Just thought I'd post a bit of info on this matter, since some folks have insisted that it's unlawful, while others say there are no such restrictions.  

The law can be viewed here:

http://www.gunlawnews.org/FOPA-86.html


In a nutshell, as long as you are travelling between states where your ownership of a particular firearm is legal, then you can keep them in the trunk of your vehicle, unloaded, and locked, and not have to worry about prosecution.

This assumes, of course, that you are not going to stop in a prohibited state for a significant period of time.  Therefore, stopping for food / gas is fine, but stopping there for a vacation is not allowed.  

No state or city law may pre-empt this, as this was part of the "Safe Passage" act.  Anyone who tells you that you can't pass through their town because they forbid your lawfully owned firearms is either ignorant of the law, or lying through his tooth.  

Thus, if I had my handgun collection in the trunk of my car, locked away, and unloaded, and were driving from Florida to Maine, and passed through Washington D.C. and New York City (places where handguns are all but forbidden), it would be perfectly legal to do so, as long as I were simply passing through those cities.  

There is no need to re-route your journey for legal reasons.  If you want to boycott those cities for personal reasons, though, that's your choice.


----------



## Cruentus

Excellent link and info!


----------



## 5rings

Grenadier said:


> Just thought I'd post a bit of info on this matter, since some folks have insisted that it's unlawful, while others say there are no such restrictions.
> 
> The law can be viewed here:
> 
> http://www.gunlawnews.org/FOPA-86.html
> 
> 
> In a nutshell, as long as you are travelling between states where your ownership of a particular firearm is legal, then you can keep them in the trunk of your vehicle, unloaded, and locked, and not have to worry about prosecution.
> 
> This assumes, of course, that you are not going to stop in a prohibited state for a significant period of time. Therefore, stopping for food / gas is fine, but stopping there for a vacation is not allowed.
> 
> No state or city law may pre-empt this, as this was part of the "Safe Passage" act. Anyone who tells you that you can't pass through their town because they forbid your lawfully owned firearms is either ignorant of the law, or lying through his tooth.
> 
> Thus, if I had my handgun collection in the trunk of my car, locked away, and unloaded, and were driving from Florida to Maine, and passed through Washington D.C. and New York City (places where handguns are all but forbidden), it would be perfectly legal to do so, as long as I were simply passing through those cities.
> 
> There is no need to re-route your journey for legal reasons. If you want to boycott those cities for personal reasons, though, that's your choice.
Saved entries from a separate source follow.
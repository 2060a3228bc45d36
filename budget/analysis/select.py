"""Choosing an engine (``auto``) and splitting an engine's total into family shares.

``auto`` picks the most accurate engine that fits (design.md §4): ``exact`` when the dense
simulation fits, else ``clifford`` when every ideal gate is Clifford (exact to first order, any
size), else ``generators``. The result names the engine that ran.
"""

from __future__ import annotations

from budget.engines import ENGINE_NAMES, Engine, EngineResult, get_engine
from budget.errors.noisy import NoisyCircuit
from budget.circuit.ir import item_kind
from budget.problems import InputError, TooLargeError, place

AUTO_ORDER = ("exact", "clifford", "generators")
GATE_METRICS = ("process", "state")
"""Metrics defined for gate-only circuits: a measurement, reset or if item is refused for them
(whatever engine an extension registers, not only through each engine's ``fits``)."""


def _available(name: str) -> Engine | None:
    try:
        return get_engine(name)
    except ImportError:
        return None


def choose_engine(circuit: NoisyCircuit, metric: str, name: str = "auto", *, brief: bool = False) -> Engine:
    """The engine to run: ``name`` itself (checked to fit), or the first of AUTO_ORDER that fits;
    ``brief``: its :meth:`~budget.engines.base.Engine.brief` variant, for callers that read only
    the totals and shares.

    Raises:
        TooLargeError: the named engine (or every engine) cannot hold the circuit; the message
            says why and which engine would fit.
    """
    if metric in GATE_METRICS and circuit.has_mid_circuit:
        item = circuit.first_mid_circuit().item
        raise InputError(
            f"{place(circuit.source, item.line)}: {item_kind(item)} in the middle of the circuit: the {metric} "
            "metric needs a gate-only circuit; use --metric detectors or --metric record"
        )
    if name != "auto":
        if name not in ENGINE_NAMES:
            raise InputError(f"engine = {name!r}: expected auto or one of {', '.join(ENGINE_NAMES)}")
        engine = _available(name)
        if engine is None:
            raise InputError(f"engine = {name!r}: not available in this installation")
        reason = engine.fits(circuit, metric)
        if reason is not None:
            raise TooLargeError(f"engine {name}: {reason}")
        return engine.brief() if brief else engine
    reasons = []
    for candidate in AUTO_ORDER:
        engine = _available(candidate)
        if engine is None:
            continue
        reason = engine.fits(circuit, metric)
        if reason is None:
            return engine.brief() if brief else engine
        reasons.append(f"{candidate}: {reason}")
    raise TooLargeError(
        f"{circuit.source}: no engine fits this {circuit.num_qubits}-qubit circuit for the "
        f"{metric} metric ({'; '.join(reasons)})"
    )


def escalate(circuit: NoisyCircuit, metric: str, requested: str, outcome: EngineResult) -> Engine | None:
    """For ``auto``: the exact engine, when a first-order engine's result rests on a cancellation
    (``details["rests_on_cancellation"]``, budget/engines/_validity.py) and the exact engine
    fits; else None. The caller runs it and says so."""
    if requested != "auto" or outcome.engine == "exact" or not outcome.details.get("rests_on_cancellation"):
        return None
    exact = _available("exact")
    return exact if exact is not None and exact.fits(circuit, metric) is None else None


def first_order_shares(
    circuit: NoisyCircuit, metric: str, total: float, *, exclude: str
) -> tuple[dict[str, float], str | None]:
    """Family shares from a first-order engine, rescaled so they add up to ``total``.

    The split between families comes from the leading-order decomposition (coherent amplitudes
    per family, cross terms included); its overall size is set to the engine's actual value.
    Returns the shares and a note when no first-order engine fits or the one that fits is beyond
    its range (then no shares: a split of that engine would be a number outside its meaning);
    nothing to split (and no note) when ``total`` is zero.
    """
    if not total > 0:
        return {}, None
    for candidate in ("generators", "clifford"):
        if candidate == exclude:
            continue
        engine = _available(candidate)
        if engine is None or engine.fits(circuit, metric) is not None:
            continue
        fo = engine.brief().run(circuit, metric)
        if fo.beyond_range is not None:
            return {}, (f"family shares left out: the {candidate} engine that splits the total is beyond its "
                        f"range here ({fo.beyond_range})")
        s = sum(fo.shares.values())
        if s > 0:
            return {k: v * total / s for k, v in fo.shares.items()}, None
        return dict(fo.shares), None
    return {}, "family shares unavailable: no first-order engine fits this circuit"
 This is good information....very helpful, thanks for the post!
 Always try to think outside the Traditional Box!


----------



## Brian King

The  link is not working for me. Does anybody have a better link? Need to go through California (a seminar in one part of that state and private lesson in another) on my way to Arizona for some shooting/seminar. Will be in California for 4 or 5 days. What counts as significant amount of time?

Thanks
Regards
Brian King


----------



## dbell

Brian said:


> The  link is not working for me. Does anybody have a better link? Need to go through California (a seminar in one part of that state and private lesson in another) on my way to Arizona for some shooting/seminar. Will be in California for 4 or 5 days. What counts as significant amount of time?
> 
> Thanks
> Regards
> Brian King



According to my attorney, as long as you are there for business, have the guns legally, have them in a locked hard case (not soft and/or unlocked) and in the trunk you can stay in California for as long as your meetings require you to be in the state.  You should not be taking them out to show people, to carry about, etc.


----------



## LuckyKBoxer

I actually need to become a little more familiar with the law regarding it, maybe someone here can point me in the right direction.

If I live in California and Have preban guns that are legally registered with the DOJ, and legal for me to own and use at firing ranges in California, how is the law in regards to say transporting them to Arizona on a visit to shoot, and then transporting them back to my home in California after the fact?

I have been hesitant to do so, because the last I heard it would in fact remove the guns as being legally owned in california if I took them out of state. 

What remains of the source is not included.